Here's an explanation of what those phrases mean:

  • Foods labeled as "fat-free" must have less than 0.5 grams of fat per serving.
  • Low-fat foods must have no more than 3 grams of fat per serving.
  • Foods labeled as "reduced-fat" must have at least 25% less fat than standard equivalents.
  • Foods labeled as "light" must include either 1/3 fewer calories or 50% less fat.

Problem With Low-Fat Diets

"Fat-free" isn't always synonymous with "taste-free." To compensate, food manufacturers often add additional components to their goods, such as sugar, flour, thickeners, and salt. It can increase calories.

Furthermore, if the foods aren't particularly delicious, they may be less gratifying, leading to overeating.

Not fat-free, but good fat

When it comes to your health, the type of fat you consume is sometimes more significant than the quantity.

Saturated and trans fats should be limited in your diet, according to the American Heart Association.

But it's also crucial that you're consuming the healthier fats, sometimes known as "good" fats. LDL cholesterol is referred to as "bad cholesterol." The "bad" kinds of cholesterol appear to be cleared from circulation by HDL.

Monounsaturated and polyunsaturated lipids are both "good" fats.

  • Monounsaturated fats (such as canola and olive oils) have lower LDL levels in the blood.
  • Fatty seafood like tuna and salmon include polyunsaturated fats that help decrease LDL cholesterol.

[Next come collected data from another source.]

"""Power-switch losses, junction temperature, freewheel current and averaging windows."""

from __future__ import annotations

import pytest

from reviewer.engineering.switching import (
    averaging_window,
    conduction_loss,
    freewheel_average_current,
    hot_on_resistance,
    junction_temperature,
    largest_current,
    largest_sink_to_air,
    periods_in_window,
    spans_whole_periods,
    switching_loss,
    whole_period_frequency,
    whole_period_sample_count,
    worst_freewheel_average_current,
)


def test_conduction_loss_textbook_arithmetic() -> None:
    # P = I^2 R: 10 A through 10 mOhm (hot) for the whole period is 1 W
    assert conduction_loss(10.0, 0.010, 1.0) == pytest.approx(1.0)
    # P = I^2 R D: conducting half the time halves it
    assert conduction_loss(10.0, 0.010, 0.5) == pytest.approx(0.5)


def test_hot_on_resistance_scales_the_25c_figure() -> None:
    # from memory: Rds(on) rises about 1.5-2 x from 25 degC to 125-150 degC; 1.7 x 6 mOhm
    assert hot_on_resistance(0.006, 1.7) == pytest.approx(0.0102)
    with pytest.raises(ValueError):
        hot_on_resistance(0.006, 0.0)


def test_switching_loss_worked_example() -> None:
    # from memory: Mohan, Undeland and Robbins, P_sw = 0.5 V I (tr + tf) f_sw
    # 48 V, 20 A, 50 ns + 50 ns edges at 20 kHz: 0.5 x 48 x 20 x 100e-9 x 20e3 = 0.96 W
    assert switching_loss(48.0, 20.0, 50e-9, 50e-9, 20e3) == pytest.approx(0.96)
    # the loss is linear in frequency: twice the PWM frequency, twice the loss
    assert switching_loss(48.0, 20.0, 50e-9, 50e-9, 40e3) == pytest.approx(1.92)


def test_junction_temperature_is_the_jesd51_sum() -> None:
    # from memory: JEDEC JESD51, Tj = Ta + P (R_jc + R_cs + R_sa)
    # 2 W through 1.0 + 0.5 + 4.0 K/W from 25 degC: 25 + 2 x 5.5 = 36 degC
    assert junction_temperature(25.0, 2.0, 1.0, 0.5, 4.0) == pytest.approx(36.0)


def test_largest_sink_to_air_lands_on_the_target() -> None:
    # JEDEC JESD51 sum inverted: (125 - 25) / 5 W - 1.0 - 0.5 = 18.5 K/W
    sink = largest_sink_to_air(25.0, 5.0, 125.0, 1.0, 0.5)
    assert sink == pytest.approx(18.5)
    assert junction_temperature(25.0, 5.0, 1.0, 0.5, sink) == pytest.approx(125.0)
    # a junction-to-case step that alone uses the budget leaves no heatsink that works
    assert largest_sink_to_air(25.0, 50.0, 125.0, 1.5, 0.5) <= 0


def test_largest_current_is_the_root_of_the_loss_quadratic() -> None:
    # conduction only: 10 K/W, 100 K budget -> 10 W; I = sqrt(10 W / 0.1 ohm) = 10 A (P = I^2 R)
    assert largest_current(25.0, 125.0, 10.0, 0.1, 1.0, 0.0, 0.0, 0.0) == pytest.approx(10.0)
    # with switching loss too, the returned current puts Tj exactly on the target
    amps = largest_current(25.0, 125.0, 5.5, 0.017, 1.0, 29.4, 200e-9, 4e3)
    power = conduction_loss(amps, 0.017, 1.0) + switching_loss(29.4, amps, 100e-9, 100e-9, 4e3)
    assert junction_temperature(25.0, power, 5.5) == pytest.approx(125.0)
    assert largest_current(130.0, 125.0, 5.5, 0.017, 1.0, 29.4, 200e-9, 4e3) == 0.0


def test_freewheel_average_current() -> None:
    # from memory: the diode carries I for the off part of the period, I (1 - D)
    assert freewheel_average_current(30.0, 0.25) == pytest.approx(22.5)
    with pytest.raises(ValueError):
        freewheel_average_current(30.0, 1.5)


@pytest.mark.parametrize("limit", [None, 10.0, 30.0, 49.0, 50.0, 80.0, 120.0])
def test_worst_freewheel_current_is_the_maximum_over_duty(limit: float | None) -> None:
    # derived: locked rotor, I(D) = min(D I_stall, I_limit), diode average I(D) (1 - D);
    # the closed form must equal a brute-force maximum over a fine grid of duties
    stall = 100.0
    cap = stall if limit is None else limit
    brute = max(min(d / 10_000 * stall, cap) * (1 - d / 10_000) for d in range(10_001))
    assert worst_freewheel_average_current(stall, limit) == pytest.approx(brute, rel=1e-6)


def test_worst_freewheel_current_closed_forms() -> None:
    # derived: no limit -> I_stall / 4 at D = 0.5; 30 A limit on 100 A stall -> 30 x 0.7 = 21 A
    assert worst_freewheel_average_current(100.0, None) == pytest.approx(25.0)
    assert worst_freewheel_average_current(100.0, 30.0) == pytest.approx(21.0)


def test_two_hundred_samples_at_10_khz_span_whole_4_khz_periods() -> None:
    # common practice: 200 samples at 10 kHz = 20 ms = 80 whole periods of a 4 kHz PWM
    window = averaging_window(200, 10e3)
    assert window == pytest.approx(0.020)
    periods = periods_in_window(window, 4e3)
    assert periods == pytest.approx(80.0)
    assert spans_whole_periods(periods, 0.05)


def test_two_hundred_samples_at_12_khz_miss_whole_5_khz_periods() -> None:
    # common practice: 200 samples at 12 kHz = 16.67 ms = 83.3 periods of a 5 kHz PWM: fails
    window = averaging_window(200, 12e3)
    assert window == pytest.approx(0.016667, rel=1e-4)
    periods = periods_in_window(window, 5e3)
    assert periods == pytest.approx(83.333, rel=1e-4)
    assert not spans_whole_periods(periods, 0.05)


def test_a_window_under_one_period_never_spans_whole_periods() -> None:
    # common practice: half a period is not a whole number of periods
    assert not spans_whole_periods(0.5, 0.05)
    assert not spans_whole_periods(0.0, 0.05)
    assert spans_whole_periods(1.0, 0.05)


def test_whole_period_sample_count_nearest() -> None:
    # 12 kHz / 5 kHz = 2.4 samples per period: only multiples of 12 samples (5 periods) fit;
    # nearest to 200 is 204 (85 periods), not 192 (80 periods)
    assert whole_period_sample_count(12e3, 5e3, 0.05, 200) == 204
    assert whole_period_sample_count(10e3, 4e3, 0.05, 200) == 200
    # sampling slower than the PWM: every count spans 16 whole periods of a 16 kHz PWM at 1 kHz
    assert whole_period_sample_count(1e3, 16e3, 0.05, 3) == 3


def test_whole_period_frequency_fits_the_window() -> None:
    # 16.67 ms holds 83.3 periods of 5 kHz; 83 whole periods need 4.98 kHz
    window = averaging_window(200, 12e3)
    frequency = whole_period_frequency(window, 5e3)
    assert frequency == pytest.approx(4980.0)
    assert spans_whole_periods(periods_in_window(window, frequency), 1e-9)
    # a window shorter than one period gets the frequency of exactly one period in it
    assert whole_period_frequency(1e-4, 4e3) == pytest.approx(1e4)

Saturated fats (found in animal products like beef, pork, butter, and other full-fat dairy products) and artificial trans fats (found in partially hydrogenated oils) are omitted. According to the American Heart Association, saturated fats should make up no more than 6% of your daily calorie intake.

Choose lean cuts of meat and fish and low-fat dairy products, and take out trans fats as much as possible from your diet.

Buying Tips for Low-Fat Foods

It isn't to refer that fat-free foods can't play a part in a heart-healthy diet. However, specialists advise that you utilize them properly by:

Read the labels on the foods you eat. Make sure a fat-free food isn't filled with sugar or additives and that it's genuinely lower in calories than the standard version before consuming it. Check the serving size as well.

Keep an eye on your portions. At 3 grams of fat and 250 calories per serving, three serves of low-fat ice cream equal 9 grams of fat and 750 calories! It's sometimes preferable to eat one serving of a more filling whole-fat item than the low-fat variety, which contains more calories and sugar.

Consume more fruits, veggies, legumes, and whole grains. These provide nutrients and fiber to help you feel fuller for longer, and they are usually lower in calories. They're also low in fat by nature. A medium baked potato is preferable to "baked" potato chips (as long as the butter, cheese, and sour cream are omitted!). The whole potato is higher in nutrients, fiber, and calories. Soluble fiber is found in oatmeal, vegetables, and fruit, and it helps the body lower blood cholesterol. Your diet should be varied and comprised primarily of whole foods.